DISCUSSION OF CASE
By Ronald Mann
on 10 December 2024
at 10:56
The court will hear Dewberry Group v. Dewberry Engineers Wednesday at 10 EST. (Katie Barlow)
In a long-running trademark dispute between two companies that market real estate development services, both of which use the Dewberry name, a court ruled that Dewberry Group entities infringed on the “Dewberry” marks of Dewberry Engineers. The problem is that when it came time to assess damages, the court ordered the Dewberry Group to pay $43 million in profits earned by several affiliates that were not parties to the lawsuit as damages, reasoning that they were all effectively a “single corporate entity.” When the appeals court accepted that reasoning, the Supreme Court agreed to review the case.
The fundamental issue before the court on Wednesday is that there is a Supreme Court case quite close – USA vs. Bestfoods – in which the justices rejected the government’s argument that the Comprehensive Environmental Action, Compensation and Liability Act was such an important statute that it should carve out an exception to traditional state law doctrines that require a high (indeed, almost insurmountable) bar for actions seeking to ignore corporate identities and, in the common phrase, “pierce the corporate veil.” As the Court explained there, Congress must speak “directly” to the point if it wishes to create a special, less stringent doctrine on something so traditionally left to state law. (These were the days before Elon Musk’s tiff with a Delaware judge raised the prospect of federalizing corporate law.)

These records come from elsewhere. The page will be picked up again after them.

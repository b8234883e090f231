"""Least-cost design of pipe networks (model layer): evaluation and the two optimizers.

A :class:`DesignProblem` holds, in SI, everything a design needs: the topology, the pipes that
exist and the pipes to be sized, the candidate sizes and their prices, the demands of every
duty point (and year, when demands grow), the sources, the lowest head each junction must keep
and, for a pumped network, the economics. :func:`evaluate` prices and checks many designs at
once: the hydraulics of every design and demand case are solved in one batch
(:func:`~pipeopt.network.hydraulics.solve_network`), the pumped source delivers the least head
that keeps every junction's pressure, and the life-cycle cost comes from
:func:`~pipeopt.network.lifecycle.life_cycle`.

Two optimizers:

- :func:`design_branched` is exact for a branched network (every part a tree fed by one
  source): the flows follow from the demands, so the head loss of every pipe in every size is
  known and the least-cost design is a mixed-integer linear programme (one size per pipe, or
  split pipes of two sizes) solved by :func:`scipy.optimize.milp`, with its optimality gap.
- :func:`design_looped` searches a looped network: several chains of steepest-descent local
  search over one-size and two-pipe swap moves, every neighbourhood of every chain evaluated
  in one hydraulic batch, restarted from shaken local optima with a growing shake (variable
  neighbourhood search). Seeded and reproducible; a progress bar shows the best so far.

References
----------
.. [1] E. Alperovits, U. Shamir, "Design of optimal water distribution systems", Water Resour.
   Res. 13(6):885-900, 1977, doi:10.1029/WR013i006p00885 (the two-loop network; split-pipe
   linear programming for given flows).
.. [2] D. Karmeli, Y. Gadish, S. Meyers, "Design of optimal water distribution networks",
   J. Pipeline Div. ASCE 94(PL1):1-10, 1968 (linear programming of branched networks).
.. [3] N. Mladenović, P. Hansen, "Variable neighborhood search", Comput. Oper. Res.
   24(11):1097-1100, 1997, doi:10.1016/S0305-0548(97)00031-2.
"""

from __future__ import annotations

import sys
import time
from dataclasses import dataclass, field
from typing import Any

import numpy as np
from scipy import optimize, sparse

from .. import friction as fr
from ..errors import InputError
from .hydraulics import (
    HAZEN_WILLIAMS_COEFFICIENT,
    HAZEN_WILLIAMS_DIAMETER_EXPONENT,
    HAZEN_WILLIAMS_FLOW_EXPONENT,
    DarcyWeisbach,
    HazenWilliams,
    NetworkGraph,
    solve_network,
)
from .lifecycle import NetworkEconomics, NetworkLifeCycle, life_cycle, year_weights

__all__ = ["DesignProblem", "Evaluation", "DesignOutcome", "evaluate", "design_branched",
           "design_looped", "HEAD_TOLERANCE"]

#: Pressure shortfall [m] below which a junction counts as holding its minimum (rounding).
HEAD_TOLERANCE = 1e-6
_UNSOLVED = 1e6          # violation given to a design whose hydraulics did not converge


@dataclass(frozen=True)
class DesignProblem:
    """A network design problem, SI.

    Attributes
    ----------
    graph : NetworkGraph
        Topology: J junctions, F fixed-head nodes (sources), P pipes.
    length : ndarray, shape (P,)
        Pipe lengths [m].
    design : ndarray of int, shape (Nd,)
        The pipes to be sized (indices into the P pipes).
    option_diameter : ndarray, shape (M,)
        Inner diameter of each candidate size [m], increasing.
    option_cost : ndarray, shape (M,)
        Capital per metre of each size, supplied and installed [currency/m].
    allowed : ndarray of bool, shape (Nd, M)
        Which sizes each design pipe may take.
    demand : ndarray, shape (T, K, J)
        Junction demands in each year T (1 when every year is alike) and duty point K [m³/s].
    elevation : ndarray, shape (J,)
        Junction elevations [m].
    min_head : ndarray, shape (J,)
        Lowest pressure head each junction must keep [m].
    source_head : ndarray, shape (F,)
        Head each source holds [m]; for a pumped source whose head the design chooses
        (``free_pump``), the level it draws from.
    suction_level : ndarray, shape (F,)
        Level a pumped source draws from [m] (its pump head is its head less this level);
        NaN for a source that is not pumped.
    free_pump : bool
        The network's one source is pumped and delivers, at each duty point and year, the least
        head that keeps every junction's pressure.
    head_loss : {"hazen-williams", "darcy-weisbach"}
    fixed_diameter : ndarray, shape (P,)
        Inner diameter of existing pipes [m] (NaN for design pipes).
    roughness : ndarray, shape (P,)
        Absolute roughness of existing pipes [m] (Darcy–Weisbach).
    c_factor : ndarray, shape (P,)
        Hazen–Williams C of existing pipes [-].
    option_roughness, option_c_factor : ndarray, shape (M,)
        Roughness [m] and C [-] of each candidate size.
    minor_loss_k : ndarray, shape (P,)
        Sum of minor-loss coefficients of each pipe [-].
    density, viscosity : float
        Fluid density [kg/m³] and dynamic viscosity [Pa·s].
    hazen_williams : tuple of float
        (coefficient, diameter exponent, flow exponent) of Hazen–Williams.
    velocity_max : float or None
        Highest velocity allowed in a new pipe [m/s].
    economics : NetworkEconomics or None
        The life-cycle inputs where the network is pumped (None: capital only).
    """

    graph: NetworkGraph
    length: np.ndarray
    design: np.ndarray
    option_diameter: np.ndarray
    option_cost: np.ndarray
    allowed: np.ndarray
    demand: np.ndarray
    elevation: np.ndarray
    min_head: np.ndarray
    source_head: np.ndarray
    suction_level: np.ndarray
    free_pump: bool = False
    head_loss: str = "darcy-weisbach"
    fixed_diameter: np.ndarray | None = None
    roughness: np.ndarray | None = None
    c_factor: np.ndarray | None = None
    option_roughness: np.ndarray | None = None
    option_c_factor: np.ndarray | None = None
    minor_loss_k: np.ndarray | None = None
    density: float = 999.1
    viscosity: float = 1.138e-3
    hazen_williams: tuple = (HAZEN_WILLIAMS_COEFFICIENT, HAZEN_WILLIAMS_DIAMETER_EXPONENT,
                             HAZEN_WILLIAMS_FLOW_EXPONENT)
    velocity_max: float | None = None
    economics: NetworkEconomics | None = None

    def __post_init__(self) -> None:
        g = self.graph
        p, j, f = g.n_pipes, g.n_junctions, g.n_fixed
        set_ = object.__setattr__
        set_(self, "length", np.asarray(self.length, dtype=float).reshape(p))
        set_(self, "design", np.asarray(self.design, dtype=np.int64).ravel())
        d = np.asarray(self.option_diameter, dtype=float).ravel()
        m = d.size
        set_(self, "option_diameter", d)
        set_(self, "option_cost", np.asarray(self.option_cost, dtype=float).reshape(m))
        nd = self.design.size
        set_(self, "allowed", np.broadcast_to(np.asarray(self.allowed, dtype=bool), (nd, m)))
        dem = np.asarray(self.demand, dtype=float)
        set_(self, "demand", dem.reshape((1,) * (3 - dem.ndim) + dem.shape))
        for name, n in (("elevation", j), ("min_head", j), ("source_head", f),
                        ("suction_level", f)):
            set_(self, name, np.asarray(getattr(self, name), dtype=float).reshape(n))
        nan_p = np.full(p, np.nan)
        for name, default in (("fixed_diameter", nan_p), ("roughness", np.zeros(p)),
                              ("c_factor", np.full(p, 130.0)), ("minor_loss_k", np.zeros(p))):
            v = getattr(self, name)
            set_(self, name, np.broadcast_to(np.asarray(default if v is None else v,
                                                        dtype=float), (p,)).copy())
        for name, default in (("option_roughness", 0.0), ("option_c_factor", 130.0)):
            v = getattr(self, name)
            set_(self, name, np.broadcast_to(np.asarray(default if v is None else v,
                                                        dtype=float), (m,)).copy())
        if self.head_loss not in ("hazen-williams", "darcy-weisbach"):
            raise InputError(f"head_loss must be 'hazen-williams' or 'darcy-weisbach'; got "
                             f"{self.head_loss!r}")
        if m == 0 and nd:
            raise InputError("there are pipes to size but no candidate sizes")
        if m and (np.any(np.diff(d) <= 0) or d[0] <= 0):
            raise InputError("candidate inner diameters must be positive and increasing")
        if nd and not np.all(self.allowed.any(axis=1)):
            k = int(np.flatnonzero(~self.allowed.any(axis=1))[0])
            raise InputError(f"{g.pipe_names[self.design[k]]}: no candidate size is allowed")
        if np.unique(self.design).size != nd or (nd and (self.design.min() < 0
                                                         or self.design.max() >= p)):
            raise InputError("design pipes must be distinct pipes of the network")
        fixed = np.ones(p, dtype=bool)
        fixed[self.design] = False
        if np.any(~(self.fixed_diameter[fixed] > 0)):
            k = int(np.flatnonzero(fixed & ~(self.fixed_diameter > 0))[0])
            raise InputError(f"{g.pipe_names[k]}: an existing pipe needs a positive inner "
                             f"diameter")
        if self.free_pump and f != 1:
            raise InputError("a pumped source whose head the design chooses must be the "
                             "network's only source")
        if self.demand.shape[2] != j:
            raise InputError(f"demand has {self.demand.shape[2]} junctions; the network has {j}")

    # ----- shapes ------------------------------------------------------------------------------
    @property
    def n_design(self) -> int:
        """Number of pipes to size, Nd."""
        return int(self.design.size)

    @property
    def n_cases(self) -> int:
        """Demand cases S = T × K (years × duty points)."""
        return int(self.demand.shape[0] * self.demand.shape[1])

    @property
    def pumped(self) -> bool:
        """True when any source is pumped (energy is then part of the cost)."""
        return bool(self.free_pump or np.any(np.isfinite(self.suction_level)))

    def pipe_arrays(self, choice: np.ndarray) -> dict[str, np.ndarray]:
        """Diameter, roughness, C and cost per metre of every pipe of designs (B, Nd) -> (B, P).

        ``choice`` holds option indices (0 … M−1) of the design pipes.
        """
        c = np.atleast_2d(np.asarray(choice, dtype=np.int64))
        b = c.shape[0]
        out = {}
        for key, fixed, opt in (("diameter", self.fixed_diameter, self.option_diameter),
                                ("roughness", self.roughness, self.option_roughness),
                                ("c_factor", self.c_factor, self.option_c_factor)):
            a = np.repeat(fixed[None, :], b, axis=0)
            if self.n_design:
                a[:, self.design] = opt[c]
            out[key] = a
        cost = np.zeros((b, self.graph.n_pipes))
        if self.n_design:
            cost[:, self.design] = self.option_cost[c] * self.length[self.design]
        out["capital"] = cost.sum(axis=1)
        return out

    def law(self, diameter: np.ndarray, roughness: np.ndarray, c_factor: np.ndarray,
            length: np.ndarray | None = None, minor: bool = True):
        """The head-loss law of pipes with these properties, batch shape (B, P)."""
        length = self.length if length is None else length
        k = self.minor_loss_k if minor else 0.0
        if self.head_loss == "hazen-williams":
            coef, beta, n = self.hazen_williams
            return HazenWilliams(length, diameter, c_factor, k, coef, beta, n)
        return DarcyWeisbach(length, diameter, roughness, self.density, self.viscosity, k)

The detractors emphasize the language of the Lanham Act, which calls for the erosion of the “defendant’s profits,” language that naturally suggests that a prudent plaintiff should bring suit—thus making “the defendant[s]” – all the entities from which it hopes to receive compensation. Because all of the damages awarded here were profits earned by other entities (none of which was a “defendant”), the infringers argue that none of those profits can properly be disgorged.
Probably because Bestfoods is so clear on the point that the trademark owners, Dewberry Engineers, make no serious effort to defend the argument of the lower courts. Rather, they point to another Lanham Act provision that authorizes the court to assess damages in an “equitable” amount if a mere compensatory award against the “defendant” would be insufficient. Here, the trademark owners claim that a large portion of the profits should properly be attributed to the Dewberry Group, perhaps because shady accounting improperly allocated all the profits to the affiliates, perhaps because the other entities are shams. The obvious problem – as the Dewberry Group points out – is that none of this was argued below, and so there is no factual information to support it.

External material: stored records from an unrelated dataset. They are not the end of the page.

report.report_files = cached
for study in sys.argv[2:]:
    with contextlib.redirect_stdout(io.StringIO()):
        assert cli.main(["run", study, "--out", sys.argv[1], "--force", "--quiet"]) == 0
assert threading.active_count() == 1, "threads alive before fork"
channel = sys.stdout.buffer
channel.write(b"ready\n"); channel.flush()
for line in sys.stdin:
    cmd = json.loads(line)
    pid = os.fork()
    if pid == 0:
        code = 99
        try:
            null = os.open(os.devnull, os.O_WRONLY)
            os.dup2(null, 1)
            if not cmd["exchange"]:
                outputs._renameat2 = None
            code = cli.main(cmd["args"])
        except BaseException:
            import traceback
            traceback.print_exc()
        finally:
            os._exit(code)
    channel.write(f"{pid}\n".encode()); channel.flush()
    _, status = os.waitpid(pid, 0)
    channel.write(f"{os.waitstatus_to_exitcode(status)}\n".encode()); channel.flush()
"""


class _Driver:
    def __init__(self, scratch: Path, studies: list[Path], log: Path) -> None:
        env = {**os.environ, "OPENBLAS_NUM_THREADS": "1", "OMP_NUM_THREADS": "1",
               "MKL_NUM_THREADS": "1", "MPLBACKEND": "Agg"}
        self.log = open(log, "wb")
        self.proc = subprocess.Popen([sys.executable, "-c", _DRIVER, str(scratch),
                                      *map(str, studies)], stdin=subprocess.PIPE,
                                     stdout=subprocess.PIPE, stderr=self.log, env=env,
                                     bufsize=0)
        self.buffer = b""

    def line(self, timeout: float = 120.0) -> str:
        deadline = time.monotonic() + timeout
        while b"\n" not in self.buffer:
            left = deadline - time.monotonic()
            ready, _, _ = select.select([self.proc.stdout], [], [], max(0.0, left))
            if not ready:
                raise TimeoutError(f"the kill-test driver said nothing for {timeout} s")
            chunk = os.read(self.proc.stdout.fileno(), 4096)
            if not chunk:
                raise RuntimeError("the kill-test driver ended; see its log")
            self.buffer += chunk
        line, _, self.buffer = self.buffer.partition(b"\n")
        return line.decode()

    def start(self, args: list[str], exchange: bool = True) -> int:
        self.proc.stdin.write((json.dumps({"args": args, "exchange": exchange}) + "\n")
                              .encode())
        return int(self.line())

    def close(self) -> None:
        try:
            self.proc.stdin.close()
            self.proc.wait(timeout=30)
        except subprocess.TimeoutExpired:
            self.proc.kill()
            self.proc.wait(timeout=30)
        self.log.close()


@pytest.fixture(scope="module")
def driver(tmp_path_factory):
    if not hasattr(os, "fork"):
        pytest.skip("the kill test forks")
    base = tmp_path_factory.mktemp("kill")
    with_uncertainty = DATA / "marrowin_flats.toml"    # writes switching and Monte Carlo files
    plain = base / "marrowin_plain.toml"
    text = with_uncertainty.read_text(encoding="utf-8")
    plain.write_text(text[:text.index("[uncertainty]")], encoding="utf-8")
    d = _Driver(base / "scratch", [with_uncertainty, plain], base / "driver.log")
    try:
        assert d.line(timeout=600) == "ready"
        yield d, {"A": with_uncertainty, "B": plain}
    finally:
        d.close()


def _timed_run(d: _Driver, args: list[str], exchange: bool = True) -> float:
    t0 = time.monotonic()
    d.start(args, exchange)
    assert d.line() == "0"
    return time.monotonic() - t0


def _references(d: _Driver, studies: dict, out: Path, order: str, exchange: bool = True):
    """The command of each study, its time uninterrupted [s] and the manifest it leaves."""
    args = {k: ["run", str(v), "--out", str(out), "--force", "--quiet"]
            for k, v in studies.items()}
    seconds, refs = {}, {}
    for k in order:
        seconds[k] = _timed_run(d, args[k], exchange)
        refs[k] = read_manifest(out).files
    return args, seconds, refs


def _killed(d: _Driver, args: list[str], delay: float, sig: int, exchange: bool = True) -> int:
    """Start a run, send it ``sig`` after ``delay`` seconds; its exit status."""
    pid = d.start(args, exchange)
    time.sleep(delay)
    try:
        os.kill(pid, sig)
    except ProcessLookupError:
        pass
    return int(d.line())


def _foreign(folder: Path) -> dict[str, bytes]:
    (folder / "notes.txt").write_bytes(b"notes of the engineer")
    (folder / "drafts").mkdir(exist_ok=True)
    (folder / "drafts" / "sketch.txt").write_bytes(b"a sketch")
    return {"notes.txt": b"notes of the engineer", "drafts/sketch.txt": b"a sketch"}


@pytest.mark.slow
def test_kill_at_random_moments_leaves_the_old_set_or_the_new(driver, tmp_path):
    d, studies = driver
    out = tmp_path / "results"
    args, seconds, refs = _references(d, studies, out, "ABAB")
    assert {"switching_values.csv", "monte_carlo.csv"} <= set(refs["A"])
    assert not {"switching_values.csv", "monte_carlo.csv"} & set(refs["B"])
    assert "tornado.csv" in set(refs["A"]) & set(refs["B"])     # a tornado in every report
    foreign = _foreign(out)
    rng = random.Random(13)
    current = refs["B"]
    kept_old = took_new = 0
    t_start = time.monotonic()
    for _ in range(50):
        k = rng.choice("AB")
        sig = rng.choice([signal.SIGKILL, signal.SIGTERM])
        t = seconds[k]
        # early, late, and after the time an uninterrupted run took (on a loaded machine a run
        # can take longer than its reference, so some kills must come after it for the test
        # to see runs that finish)
        low, high = rng.choice([(0.0, 1.0), (0.5, 1.0), (1.0, 2.5)])
        delay = rng.uniform(low * t, high * t)
        code = _killed(d, args[k], delay, sig)
        allowed = {0, -signal.SIGKILL} if sig == signal.SIGKILL else \
            {0, 128 + signal.SIGTERM, -signal.SIGTERM}
        assert code in allowed, (code, sig)
        got = read_manifest(out).files                  # never raises: always one whole set
        assert got in (current, refs[k])
        if refs[k] != current:
            kept_old += got == current
            took_new += got == refs[k]
        current = got
        for name, data in foreign.items():               # files pipeopt did not write stay
            assert (out / name).read_bytes() == data
        assert _listing(out) <= set(got) | set(foreign) | {MANIFEST, "figures", "drafts"}
    print(f"kill test: {kept_old} kept the old set, {took_new} took the new one")
    assert kept_old >= 1 and took_new >= 1, (kept_old, took_new)
    print(f"kill test: 50 runs in {time.monotonic() - t_start:.0f} s")
    # the next run removes what killed runs left beside the folder
    _timed_run(d, args["A"])
    assert read_manifest(out).files == refs["A"]
    assert sorted(p.name for p in tmp_path.iterdir()) == ["results"]
    assert not [p for p in out.iterdir() if p.name.startswith(".")]


@pytest.mark.slow
def test_kill_during_in_place_replacement_never_passes_a_mixture(driver, tmp_path):
    # where the folder cannot be exchanged, a set being replaced is marked incomplete, so the
    # reader refuses it; the next run replaces it whole
    d, studies = driver
    out = tmp_path / "results"
    args, seconds, refs = _references(d, studies, out, "AB", exchange=False)
    foreign = _foreign(out)
    rng = random.Random(7)
    incomplete = 0
    for _ in range(12):
        k = rng.choice("AB")
        _killed(d, args[k], rng.uniform(0.6 * seconds[k], 1.05 * seconds[k]), signal.SIGKILL,
                exchange=False)
        try:
            got = read_manifest(out).files
        except IncompleteResultSet:
            incomplete += 1
        else:
            assert got in (refs["A"], refs["B"])
        for name, data in foreign.items():
            assert (out / name).read_bytes() == data
    _timed_run(d, args["A"], exchange=False)
    assert read_manifest(out).files == refs["A"]
    assert _listing(out) <= set(refs["A"]) | set(foreign) | {MANIFEST, "figures", "drafts"}


@pytest.mark.reference
def test_printable_removes_every_unicode_control_character():
    # the Unicode Character Database, through the unicodedata module: every character of
    # general category Cc (the C0 and C1 controls and DEL, 65 of them) is removed, but the tab
    # and the newline; ESC and the one-byte CSI go with the sequence they start (ECMA-48, 5.4)
    import unicodedata

    controls = [chr(c) for c in range(sys.maxunicode + 1)
                if unicodedata.category(chr(c)) == "Cc"]
    assert len(controls) == 65
    for ch in controls:
        if ch in "\t\n":
            assert printable(f"a{ch}b") == f"a{ch}b"
        elif ch in "\x1b\x9b":
            start = "\x1b[" if ch == "\x1b" else ch
            assert printable(f"a{start}0;1mb") == "ab", hex(ord(ch))
        else:
            assert printable(f"a{ch}b") == "ab", hex(ord(ch))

My guess is that most of the argument will involve the judges examining the extent to which any of the possible reasons for attributing the subsidiaries’ profits to the Dewberry Group have any support in the case when the case comes to court, as well as a lot hand-wringing about how bad it would be for the judges to reach out and address all these issues in the first place. In the end, however, the choices will really be between overturning the decision outright or leaving it to let the lower courts consider some of the new arguments.